『不測の事態』について byかんとく

久々に内田樹先生の著書『疲れすぎて眠れぬ夜のために』(角川書店)を読む。

このところ読書ができていなかった。

週末ごとにリーグ戦、それがために無理を言って調整してもらったため

やや大変な勤務形態の週中、帰れば週末のために嫁に接待を実施。

ということで疲れたリーグ戦でした。

しかし忙しすぎてはいかんなあ、物事に対して余裕を持って対応しきれない。

何事も中庸が肝心である。

ということでバランスを取るために読書、読書。

・・・・・

さて表題の件。

氏が書く観点として「いかに無用な攻撃をされない位置にいるか」というものがある。

村上春樹が書く邪悪な存在を一つのたとえとして、いかに対応するかを書くことがよくある。

そういえば村上春樹が世界的に売れるのも、村上春樹が提起する、

主人公と邪悪なものとの接点が、世界の読者に受け入れられている結果かもしれない。

キリスト教徒たちにおける邪悪な存在は、そこに元々存在していた邪悪な者の土地に

自分たちが足を踏み入れるところから始まるものが多いようである。

(ホラー映画の古典をはじめ、「ジョーズ」では海、「エイリアン」では宇宙など

相手のテリトリーに踏み込むことで悲劇が起こる。それに比べて日本のホラーは

過去の主人公の行動が原因となって呪われるとか、憑りつかれたり、

恨まれたりした結果という、原因と結果があってのホラーが多い。)

不測の事態に対していかに自分をコントロールするかという意味では、

下記に引用する文章でも同じことが言える。

・・・・・

「子どもがまず『礼儀正しく』ということを教え込まれるのは、

子どもからすると、世の中のほとんどの人間が『権力を持っている人間』だからです。

『子どもである』というのは、周りのほとんどすべての人間によって

傷つけられる可能性があるということです。

それくらいに『子どもである』というのはリスキーな状況なのです。

だからこそ、子どもに向かって『礼儀正しくしなさい』と教えるのです。

『君はすごく無力なんだから、まずきっちりディフェンスを固めておきなさいよ』と。

経験的にご存じと思いますが、人から『礼儀正しい応対をされる』となんとなく

『かわされる』という感じがします。『かわされる』あるいは『はずされる』とか

『ずらされる』という感じです。そういう対応をされると、それ以上『突っ込めない』のです。

こちらが攻撃的になろうとしても、なりきれない。」

(上述『疲れすぎて眠れぬ夜のために』p.200-201)

・・・・・

人間というのはもう長い年月を生きているものである。

とりあえず西暦だけでも2012年ほどはあるわけである。

あなたという人間がどれほど長く生きてきたかは知らないが、

兎にも角にもそういう人間が生きて来て必要だと思われることは

多くの場合、色んな所に記されているものである。

東北大震災では、津波の過去からの伝承こそが人が生き延びるための道標となった。

それは生き残った人間が「これは一大事だから後世に伝えていくべきだ」と

思ったということもそうだが、伝えられた方も「よくよく意味はかわからなくとも、

これは伝えておかないとまずい気がする」と思ったから伝えてつづけられたのだろう。

現代では当然である「数字」を基礎とした点では、この伝承など合理的な物とは言えない。

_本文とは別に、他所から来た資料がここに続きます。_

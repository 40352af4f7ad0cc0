import { spawn } from 'node:child_process'
import { fileURLToPath } from 'node:url'
import { describe, expect, it } from 'vitest'
import { demoTrackModels } from '../../server/db/seed/trackModels'
import releaseExamples from './fixtures/calc-release.json'
import trackExamples from './fixtures/calc-track.json'

const root = fileURLToPath(new URL('../..', import.meta.url))
const models: Record<string, unknown> = demoTrackModels

/** Runs the command as a person would, by npm. */
async function calc(kind: string[], input: string) {
  const child = spawn('npm', ['run', '--silent', 'calc', '--', ...kind], { cwd: root })
  const parts = { out: '', err: '' }
  child.stdout.setEncoding('utf8').on('data', (text: string) => (parts.out += text))
  child.stderr.setEncoding('utf8').on('data', (text: string) => (parts.err += text))
  // an unknown kind ends without reading: its closed input is no failure of the test
  child.stdin.on('error', () => undefined)
  child.stdin.end(input)
  const status = await new Promise<number | null>((resolve) => child.on('close', resolve))
  const answers = parts.out
    .split('\n')
    .filter(Boolean)
    .map((line): unknown => JSON.parse(line))
  return { ...parts, status, answers }
}

const withoutSteps = (answer: unknown) => {
  const { steps: _steps, ...rest } = answer as Record<string, unknown>
  return rest
}

describe('npm run calc', { timeout: 30_000 }, () => {
  // computed with an independent program, see the fixtures
  it('gives the worked answers for release, in order', async () => {
    const { answers, status, err } = await calc(
      ['release'],
      releaseExamples.lines.map((line) => JSON.stringify(line.in)).join('\n'),
    )
    expect(answers.map(withoutSteps)).toEqual(releaseExamples.lines.map((line) => line.out))
    expect({ status, err }).toEqual({ status: 0, err: '' })
  })

  it('gives the worked answers for track, in order, lines ended by CRLF', async () => {
    const lines = trackExamples.lines.map((line) =>
      JSON.stringify({ ...line.in, model: models[line.in.model] }),
    )
    const { answers, status } = await calc(['track'], lines.join('\r\n') + '\r\n')
    expect(answers).toEqual(trackExamples.lines.map((line) => line.out))
    expect(status).toBe(0)
  })

  it('answers what is not well formed and reads on, and gives an empty line no answer', async () => {
    const good = { ...releaseExamples.lines[0]?.in }
    const lines = [
      JSON.stringify(good),
      '',
      'no json',
      '[]',
      'null',
      JSON.stringify({ ...good, boots: 1 }),
      JSON.stringify({ ...good, request: null }),
      JSON.stringify({ ...good, age: undefined }),
      JSON.stringify({ ...good, age: 40.5 }),
      JSON.stringify({ ...good, mass: { value: 70, unit: 'stone' } }),
      JSON.stringify({ ...good, mass: { value: 70, unit: 'kg', pounds: 0 } }),
      JSON.stringify({ ...good, mass: { stone: 48, pounds: 0, unit: 'st-lb' } }),
      JSON.stringify({ ...good, height: { feet: 5, inches: 12, unit: 'ft-in' } }),
      JSON.stringify({ ...good, soleLengthMm: 149.9 }),
      JSON.stringify(good).replace('40', '1e999'),
      JSON.stringify(good).replace('{', '{"__proto__":{},'),
      JSON.stringify(good).replace('305', '305.0'),
    ]
    const { answers, status } = await calc(['release'], lines.join('\n'))
    const invalid = (...path: string[]) => ({
      ok: false,
      reason: 'invalid_input',
      path,
      message: expect.any(String) as unknown,
    })
    expect(answers.map(withoutSteps)).toEqual([
      releaseExamples.lines[0]?.out,
      invalid(),
      invalid(),
      invalid(),
      invalid('boots'),
      invalid('request'),
      invalid('age'),
      invalid('age'),
      invalid('mass', 'unit'),
      invalid('mass', 'pounds'),
      invalid('mass'),
      invalid('height', 'inches'),
      invalid('soleLengthMm'),
      invalid('age'),
      invalid('__proto__'),
      releaseExamples.lines[0]?.out,
    ])
    expect(answers[8]).toMatchObject({ message: "expected 'kg' | 'lb' | 'st-lb'" })
    expect(status).toBe(0)
  })

  it('names an unknown kind on standard error and ends with status 2', async () => {
    for (const kind of [['skis'], ['toString'], []]) {
      const { status, out, err } = await calc(kind, '{}\n')
      expect({ status, out }).toEqual({ status: 2, out: '' })
      expect(err).toContain('give release or track')
    }
  })
})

しかしながら、この「一見不合理なもの」が多くの人を救ったのも確かである。

・・・・・

もう一度、上述の文章と、引用を読み直してほしい。

ボクシングにおいて、身を守るためには何が必要か。

ボクシングに限らず学んでいくために必要なものは何か。

『邪悪なもの』『礼儀正しさ』と『子ども』『不測の事態』というものを

別の単語に置き換えましょう。

答えはいつも書いてることばかりなんですけどね。